Another metabolite related to fatty acids, C20:5 lysophosphatidylcholine (LysoPC(20:5)), was also among the 4 metabolites explaining the IMF-DSST association by ≥ 10%. Higher levels of LysoPC were associated with lower IMF and higher DSST, suggesting that this metabolite may be linked to favorable health profiles of muscle and brain. This is consistent with a prior study showing higher LysoPC(20:3) concentration was associated with higher skeletal muscle mitochondrial oxidative capacity [34]. In a study of patients with mild to moderate AD, higher LysoPC appeared to play a role in maintaining cognitive function [35]. Similarly, in a preclinical study, lower levels of LysoPC were associated with greater skeletal muscle myopathy [36]. Of note, a small case control study from the Baltimore Longitudinal Study on Aging [37] found that higher levels of LysoPC were related with lower muscle quality; however, in that study, muscle quality was operationalized as the ratio between mass and force, which is only slightly related to IMF. Further studies of LysoPC(20:5) are warranted to better understand IMF-cognition associations.
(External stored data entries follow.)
"""Sets runs side by side: what differs in their inputs, then their findings and margins."""

from __future__ import annotations

import math
from collections.abc import Sequence
from dataclasses import dataclass
from pathlib import Path
from typing import Any

from chainsim.errors import CallError
from chainsim.report.text import findings_of, quantity, signed, unit_of
from chainsim.report.values import shown_value
from chainsim.scenario.table import leaves

MISSING = "–"


@dataclass(frozen=True)
class InputDifference:
    """One value of the scenarios that is not the same in all runs.

    Attributes
    ----------
    key : str
        Its dotted key.
    values : tuple of str
        Its value in each run, with unit; a dash where a run has none.
    """

    key: str
    values: tuple[str, ...]


@dataclass(frozen=True)
class FindingRow:
    """One finding in all runs.

    Attributes
    ----------
    name, title, group, unit : str
        As the findings have them.
    outcomes : tuple of str
        Outcome in each run; a dash where it has none.
    values, margins : tuple of float or None
        Value and margin in each run, in `unit`.
    changes : tuple of float or None
        Margin of each run less that of the first, in `unit`; positive is better.
    """

    name: str
    title: str
    group: str
    unit: str
    outcomes: tuple[str, ...]
    values: tuple[float | None, ...]
    margins: tuple[float | None, ...]
    changes: tuple[float | None, ...]


@dataclass(frozen=True)
class Comparison:
    """Runs side by side.

    Attributes
    ----------
    names : tuple of str
        What the runs are called.
    inputs : tuple of InputDifference
        Values that differ.
    findings : tuple of FindingRow
        Findings in their usual order.
    runs : tuple of Recording
        The runs themselves, for overlaid plots.
    """

    names: tuple[str, ...]
    inputs: tuple[InputDifference, ...]
    findings: tuple[FindingRow, ...]
    runs: tuple[Any, ...]


def compare(recs: Sequence[Any]) -> Comparison:
    """Set runs side by side; the first is what the others are measured against.

    Parameters
    ----------
    recs : sequence of Recording
        Two runs or more.

    Returns
    -------
    Comparison
        What differs.

    Raises
    ------
    CallError
        If there are fewer than two.
    """
    if len(recs) < 2:
        raise CallError(f"compare: {len(recs)} recording given; need two or more")
    judged = [{f.name: f for f in findings_of(rec)} for rec in recs]
    order = list(dict.fromkeys(name for own in judged for name in own))
    return Comparison(
        names=run_names(recs),
        inputs=input_differences([rec.scenario for rec in recs]),
        findings=tuple(finding_row([own.get(name) for own in judged]) for name in order),
        runs=tuple(recs),
    )


def run_names(recs: Sequence[Any]) -> tuple[str, ...]:
    """Return short names of the runs, all different."""
    plain = [
        Path(rec.path).name.removesuffix(".lift.h5") if rec.path else rec.scenario.stem
        for rec in recs
    ]
    names: list[str] = []
    for name in plain:
        twin = plain.count(name) > 1
        names.append(f"{name} ({1 + sum(n.startswith(name) for n in names)})" if twin else name)
    return tuple(names)


def input_differences(scenarios: Sequence[Any]) -> tuple[InputDifference, ...]:
    """Return every value that is not the same in all scenarios, in the order of the schema."""
    valued = {key for scenario in scenarios for key in scenario.origins()}
    tables = [{leaf.key: leaf for leaf in leaves(s) if leaf.key in valued} for s in scenarios]
    found = []
    for key in dict.fromkeys(key for table in tables for key in table):
        own = [table.get(key) for table in tables]
        values = [None if leaf is None else leaf.value for leaf in own]
        if any(value != values[0] for value in values):
            texts = tuple(
                MISSING if leaf is None or leaf.value is None
                else shown_value(leaf.value, leaf.unit_kind)
                for leaf in own
            )  # fmt: skip
            found.append(InputDifference(key, texts))
    return tuple(found)


def finding_row(found: Sequence[Any | None]) -> FindingRow:
    """Return one finding in all runs, given as each run has it or None."""
    known = next(f for f in found if f is not None)
    margins = tuple(None if f is None else f.margin for f in found)
    units_agree = all(f is None or f.unit == known.unit for f in found)
    return FindingRow(
        name=known.name,
        title=known.title,
        group=known.group,
        unit=known.unit,
        outcomes=tuple(MISSING if f is None else f.outcome for f in found),
        values=tuple(None if f is None else f.value for f in found),
        margins=margins,
        changes=tuple(_margin_change(margins[0], m) if units_agree else None for m in margins[1:]),
    )


def _margin_change(first: float | None, other: float | None) -> float | None:
    """Return how much a margin gained, None where one of them does not exist."""
    if first is None or other is None or not math.isfinite(other - first):
        return None
    return other - first


def cell(row: FindingRow, run: int) -> tuple[str, str]:
    """Return outcome with value, and margin with its change, of one run.

    Parameters
    ----------
    row : FindingRow
        The finding.
    run : int
        Which run, from 0 [dimensionless].

    Returns
    -------
    tuple of 2 str
        Two short texts.
    """
    margin, unit = row.margins[run], unit_of(row.name, row.unit)
    if margin is None:
        return row.outcomes[run], f"value {quantity(row.values[run], unit)}"
    text = f"margin {signed(margin, unit)}"
    change = row.changes[run - 1] if run else None
    if change is not None:
        text += f" (change {signed(change, unit)})" if change else " (no change)"
    return row.outcomes[run], text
Similar to LysoPC, the myokine 1-MNA (1-methylnicotinamide) was higher for those with lower IMF and better DSST and was among the 4 metabolites explaining the IMF-DSST association. 1-MNA, a derivative of niacin (vitamin B3), is emerging as a novel myokine that enhances the utilization of energy stores in response to low muscle energy availability [38]. 1-MNA can function through both intracellular and extracellular means [8]. Plasma levels of 1-MNA increased after a high-volume-low-intensity exercise intervention combined with caloric restriction in men between the ages of 18 and 55. This increase in 1-MNA was mirrored by increased expression of nicotinamide N-methyltransferase in skeletal muscle, the enzyme involved in producing MNA [38]. Neuroprotective effects of 1-MNA have recently been reported in animal models of inflammation and Alzheimer’s. Higher plasma levels of 1-MNA significantly attenuated lipopolysaccharide-induced cognitive deficits in 3-month-old mice, possibly by inhibiting the activation of glial cells and NF-κB signaling [39]. In another mouse study, administration of 1-MNA significantly reversed cognitive impairments after bilateral intrahippocampal injection of Aβ1–42. Furthermore, 1-MNA suppressed Aβ1–42-induced neuroinflammation, characterized by suppressed activation of microglia, decreased the expression of IL-6, TNF-α, and nuclear translocation of NF-κB p65, and attenuated neuronal apoptosis [40]. Taken together, these data indicate that 1-MNA may be a promising myokine with neuroprotective effects, potentially linking favorable muscle and brain health profiles, and merits further investigation, especially in human prospective cohort studies or clinical trials.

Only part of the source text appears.